_Your assignment_: Give the number of lines in this listing that contain the word "theirs", and nothing else.

====

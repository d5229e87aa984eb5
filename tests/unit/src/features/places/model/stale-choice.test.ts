import { describe, expect, it } from 'vitest';
import { UPPER_TAZIMEL } from '#server/features/demo/demo-villages.data.js';
import { clashesOf, firstChoices, joinStates } from '#src/features/places/model/stale-choice.js';

const base = UPPER_TAZIMEL.place;
const theirs = { ...base, name: 'Theirs', elevationM: 10 };
const mine = { ...base, name: 'Mine', latitudeDeg: 13 };

describe('two people wrote to one place', () => {
  it('says for every field who changed it', () => {
    expect(clashesOf(base, theirs, mine)).toEqual([
      { field: 'name', changedBy: 'both' },
      { field: 'latitudeDeg', changedBy: 'mine' },
      { field: 'elevationM', changedBy: 'theirs' },
    ]);
  });

  it('asks only where both changed it', () => {
    expect(firstChoices(clashesOf(base, theirs, mine))).toEqual({
      latitudeDeg: 'mine',
      elevationM: 'theirs',
    });
  });

  it('goes on only when every field has a choice', () => {
    const clashes = clashesOf(base, theirs, mine);
    const choices = firstChoices(clashes);
    expect(joinStates(clashes, choices, theirs, mine)).toBeNull();
    expect(joinStates(clashes, { ...choices, name: 'mine' }, theirs, mine)).toEqual({
      ...base,
      name: 'Mine',
      latitudeDeg: 13,
      elevationM: 10,
    });
  });

  it('asks for every difference where nobody knows what the draft began from', () => {
    const clashes = clashesOf(null, theirs, mine);
    expect(clashes.map(({ changedBy }) => changedBy)).toEqual(['both', 'both', 'both']);
    expect(firstChoices(clashes)).toEqual({});
  });

  it('has nothing to ask where both wrote the same', () => {
    expect(clashesOf(base, { ...base, name: 'Same' }, { ...base, name: 'Same' })).toEqual([]);
  });
});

====

_Result_: 9